If "worker" shows up in a line of the material, return that line.
[[ INPUT open ]]
describe('agents', () => {
  test('(29) killed: what it held is lost as agent-lost when it has been silent so long, not before, and nobody else', async () => {
    await started()
    const [dead, living] = [agent('dead'), agent('living')]
    submit(1, 2, 3, 4)
    await clock.pass(10)
    const jobs = dead.take(2)
    living.take(1)
    await clock.pass(times.heartbeatMs)
    dead.die()
    // Two missed beats are no silence yet.
    const before = await factsWithin(2 * times.heartbeatMs)
    expect(lossesOf(before)).toEqual([])
    const losses = lossesOf(await factsWithin(times.silentMs - 2 * times.heartbeatMs))
    expect(evaluationsOf(losses)).toEqual(jobs.flatMap(({ items }) => items.map((item) => item.evaluation)))
    expect(losses.every(({ cause }) => cause === 'agent-lost')).toBe(true)
    expect(dispatcher.status().outstanding).toBe(4 - losses.length)
  })

  test('(29) killed before it could say what it took: the work runs elsewhere within the lease', async () => {
    await started()
    const [dead, living] = [agent('dead'), agent('living')]
    submit(1)
    await clock.pass(10)
    dead.die()
    dead.take(1)
    let takenMs = 0
    const startMs = clock.nowMs()
    while (takenMs === 0 && clock.nowMs() - startMs < 60_000) {
      await factsWithin(100)
      if (living.take(1).length > 0) takenMs = clock.nowMs()
    }
    expect(takenMs - startMs).toBeLessThan(times.leaseMs + 2000)
  })

  test('(32) stopped past its lease and going on: its answers count, nothing is lost twice', async () => {
    await started()
    const [slow, other] = [agent('slow'), agent('other')]
    submit(1)
    await clock.pass(10)
    const [job] = slow.take(1)
    await clock.pass(times.heartbeatMs)
    slow.die()
    const losses = lossesOf(await factsWithin(2 * times.silentMs))
    expect(evaluationsOf(losses)).toEqual([1])
    dispatcher.submit([itemOf(1, { attempt: 2 })])
    await clock.pass(10)
    slow.answer(job!)
    const zombie = resultsOf(await factsWithin(500))
    expect(zombie.map(({ item }) => item.attempt)).toEqual([1])
    expect(dispatcher.counters.late).toBe(1)
    const [again] = other.take(1)
    other.answer(again!)
    expect(resultsOf(await factsWithin(500)).map(({ item }) => item.attempt)).toEqual([2])
  })

  test('that says good-bye: what it handed back waits for others, what was addressed to it comes back', async () => {
    await started()
    const [going] = [agent('going', { host: 'h1' }), agent('staying', { host: 'h2' })]
    await clock.pass(2 * times.heartbeatMs)
    submit(1)
    dispatcher.submit([itemOf(2, { avoidHosts: ['h2'] })])
    await clock.pass(10)
    const taken = going.take(2)
    expect(taken.map(({ items }) => items[0]!.evaluation).sort()).toEqual([1, 2])
    queue.handBack(taken.find(({ items }) => items[0]!.evaluation === 1)!)
    going.leave()
    const losses = lossesOf(await factsWithin(2 * times.heartbeatMs))
    expect(losses.map(({ item, cause }) => [item.evaluation, cause])).toEqual([[2, 'handed-back']])
    expect(queue.waiting().map(({ items }) => items[0]!.evaluation)).toEqual([1])
  })

  test('found at the start with a beat that does not move is not there', async () => {
    const old = agent('old')
    old.die()
    await started()
    const facts = await factsWithin(3 * times.heartbeatMs)
    expect(facts.filter(({ kind }) => kind === 'fleet')).toEqual([])
    expect(dispatcher.status().slots).toBe(0)
    await factsWithin(5 * times.leaseMs)
    expect(queue.state.agents.size).toBe(0)
  })

  test('(48) that come and go are told as hosts, once a change', async () => {
    await started()
    const one = agent('one', { host: 'h1', cores: 2 })
    agent('two', { host: 'h1', cores: 3 })
    agent('three', { host: 'h2', cores: 4, processor: 'arm' })
    const came = (await factsWithin(3 * times.heartbeatMs)).filter((fact) => fact.kind === 'fleet')
    expect(came).toEqual([
      {
        kind: 'fleet',
        hosts: [
          { host: 'h1', processor: 'x64', cores: 5 },
          { host: 'h2', processor: 'arm', cores: 4 },
        ],
      },
    ])
    one.die()
    const went = (await factsWithin(2 * times.silentMs)).filter((fact) => fact.kind === 'fleet')
    expect(went.length).toBe(1)
    expect(dispatcher.status().slots).toBe(7)
  })

  test('work goes only where it may: hosts, processors, agents that are shut out', async () => {
    await started()
    const agents = [
      agent('a', { host: 'h1', processor: 'x64' }),
      agent('b', { host: 'h2', processor: 'arm' }),
      agent('c', { host: 'h3', processor: 'x64' }),
    ]
    await clock.pass(2 * times.heartbeatMs)
    dispatcher.submit([
      itemOf(1, { avoidHosts: ['h1', 'h3'], purpose: 'confirm' }),
      itemOf(2, { onProcessor: 'arm' }),
      itemOf(3, { avoid: ['h1', 'b'] }),
      itemOf(4, { avoid: ['h1/1/t1'] }),
      itemOf(5, { avoidHosts: ['h1', 'h2', 'h3'], purpose: 'confirm' }),
      itemOf(6, { onProcessor: 'riscv' }),
    ])
    await clock.pass(10)
    const addressed = (name: string) =>
      queue.waiting(`to-${name}`).flatMap(({ items }) => items.map(({ evaluation }) => evaluation))
    expect(addressed('b').sort()).toEqual([1, 2])
    expect(addressed('c')).toEqual([3])
    expect(addressed('a')).toEqual([])
    expect(queue.waiting().map(({ items }) => items[0]!.evaluation)).toEqual([4])
    expect(queue.waiting('to-b')[0]!.header.avoidHosts).toEqual(['h1', 'h3'])
    const losses = lossesOf(await factsWithin(100))
    expect(losses.map(({ item, cause }) => [item.evaluation, cause])).toEqual([
      [5, 'handed-back'],
      [6, 'handed-back'],
    ])
    expect(agents.length).toBe(3)
  })

  test('an agent that is shut out is given nothing, and is no reason to address work', async () => {
    orders = { shutOut: ['h1'] }
    await started()
    agent('a', { host: 'h1' })
    agent('b', { host: 'h2' })
    await clock.pass(2 * times.heartbeatMs)
    dispatcher.submit([itemOf(1, { avoid: ['h1'] })])
    await clock.pass(10)
    expect(queue.waiting().length).toBe(1)
    expect(queue.state.announcements.get(search)?.shutOut).toEqual(['h1'])
  })

  test('addressed work is spread by cores', async () => {
    await started()
    agent('a', { host: 'h1', cores: 1 })
    agent('b', { host: 'h2', cores: 3 })
    agent('c', { host: 'h3', cores: 3 })
    await clock.pass(2 * times.heartbeatMs)
    dispatcher.submit(numbers(40).map((n) => itemOf(n, { avoidHosts: ['h3'] })))
    await clock.pass(10)
    const of = (name: string) => queue.waiting(`to-${name}`).reduce((sum, { items }) => sum + items.length, 0)
    expect([of('a'), of('b'), of('c')]).toEqual([10, 30, 0])
  })

  test('losses that an agent reports are told once, with who had it', async () => {
    await started()
    const worker = agent('a')
    submit(1)
    await clock.pass(10)
    const [job] = worker.take(1)
    const executor = { kind: 'thread', worker: 'h/2/t1', host: 'h' } as const
    const loss = {
      dispatch: job!.header.dispatch,
      index: 0,
      cause: 'died',
      detail: 'bang',
      executor,
    } as const
    const { header } = answersTo(job!, [], worker)
    queue.deliver({ header, answers: [], losses: [loss] })
    queue.deliver({ header, answers: [], losses: [loss, { ...loss, index: 9 }, { ...loss, dispatch: 1 }] })
    const losses = lossesOf(await factsWithin(500))
    expect(losses).toMatchObject([{ item: { evaluation: 1 }, cause: 'died', detail: 'bang', executor }])
    expect(dispatcher.status().outstanding).toBe(0)
  })
})
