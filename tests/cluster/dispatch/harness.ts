// A dispatcher over a queue server in memory and a virtual clock, and what its tests do with it: let time pass, take
// facts, have agents work. Fresh for every test.

import { beforeEach, expect } from 'vitest'
import { type Orders, RedisDispatcher } from '../../../coordinator/dispatch/redis/dispatcher.js'
import { clusterTimes } from '../../../shared/cluster/times.js'
import type { DispatchFact } from '../../../shared/result.js'
import { itemOf, MemoryQueue, TestAgent, VirtualClock } from './memory-queue.js'

export const times = clusterTimes()
export const search = 'pump'
export const pluginDigest = 'a'.repeat(64)

export let clock: VirtualClock
export let queue: MemoryQueue
export let dispatcher: RedisDispatcher
export let said: string[]
export let orders: Orders

beforeEach(() => {
  clock = new VirtualClock()
  queue = new MemoryQueue(clock, search)
  said = []
  orders = {}
  dispatcher = make()
})

export function make(more: { record?: string; nonce?: string; holder?: number } = {}): RedisDispatcher {
  return new RedisDispatcher({
    queue,
    plugin: Uint8Array.of(1, 2, 3),
    shape: { columns: 1, cases: 1 },
    times,
    clock,
    nonce: more.nonce ?? 'first',
    orders: () => orders,
    tell: (sentence) => said.push(sentence),
    search: {
      search,
      record: more.record ?? 'record-1',
      holder: more.holder ?? 1,
      pluginDigest,
      pluginBytes: 3,
      seed: 7,
      sharedConditions: false,
      exactness: 'bits',
      needs: { cores: 1, memoryMB: 1024, tokens: {} },
      tokens: {},
      share: 1,
      skerry: '0',
    },
  })
}

export const agent = (name: string, more = {}) => new TestAgent(queue, clock, search, name, more)
export const numbers = (count: number, from = 1): number[] =>
  Array.from({ length: count }, (_, i) => from + i)
export const submit = (...evaluations: number[]) => dispatcher.submit(evaluations.map((n) => itemOf(n)))

export async function started(which = dispatcher): Promise<void> {
  const starting = which.start()
  await clock.pass(0)
  await starting
  // Who is there is said at the start.
  expect((await which.facts(0)).map(({ kind }) => kind)).toEqual(['fleet'])
}

/** What facts() gives within that time, several calls together. */
export async function factsWithin(ms: number, which = dispatcher): Promise<DispatchFact[]> {
  const facts: DispatchFact[] = []
  const endMs = clock.nowMs() + ms
  while (clock.nowMs() < endMs) {
    const some = which.facts(50)
    await clock.pass(Math.min(100, endMs - clock.nowMs()))
    facts.push(...(await some))
  }
  return facts
}

type Result = Extract<DispatchFact, { kind: 'result' }>
type Lost = Extract<DispatchFact, { kind: 'lost' }>
export const resultsOf = (facts: readonly DispatchFact[]) =>
  facts.filter((one): one is Result => one.kind === 'result')
export const lossesOf = (facts: readonly DispatchFact[]) =>
  facts.filter((one): one is Lost => one.kind === 'lost')
export const evaluationsOf = (facts: readonly (Result | Lost)[]) =>
  facts.map(({ item }) => item.evaluation).sort((a, b) => a - b)

/** One agent takes and answers all that waits, again and again. */
export async function workedOff(by: TestAgent, ms: number): Promise<DispatchFact[]> {
  const facts: DispatchFact[] = []
  const endMs = clock.nowMs() + ms
  while (clock.nowMs() < endMs) {
    for (const job of by.take(100)) by.answer(job)
    facts.push(...(await factsWithin(100)))
  }
  return facts
}

/** What the search orders about who may work, from now on. */
export function order(more: Orders): void {
  orders = more
}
[[ INPUT closed ]]
__RESULT BELOW__.
    const worker = agent('a')
    const [job] = worker.take(1)
    const executor = { kind: 'thread', worker: 'h/2/t1', host: 'h' } as const
    const { header } = answersTo(job!, [], worker)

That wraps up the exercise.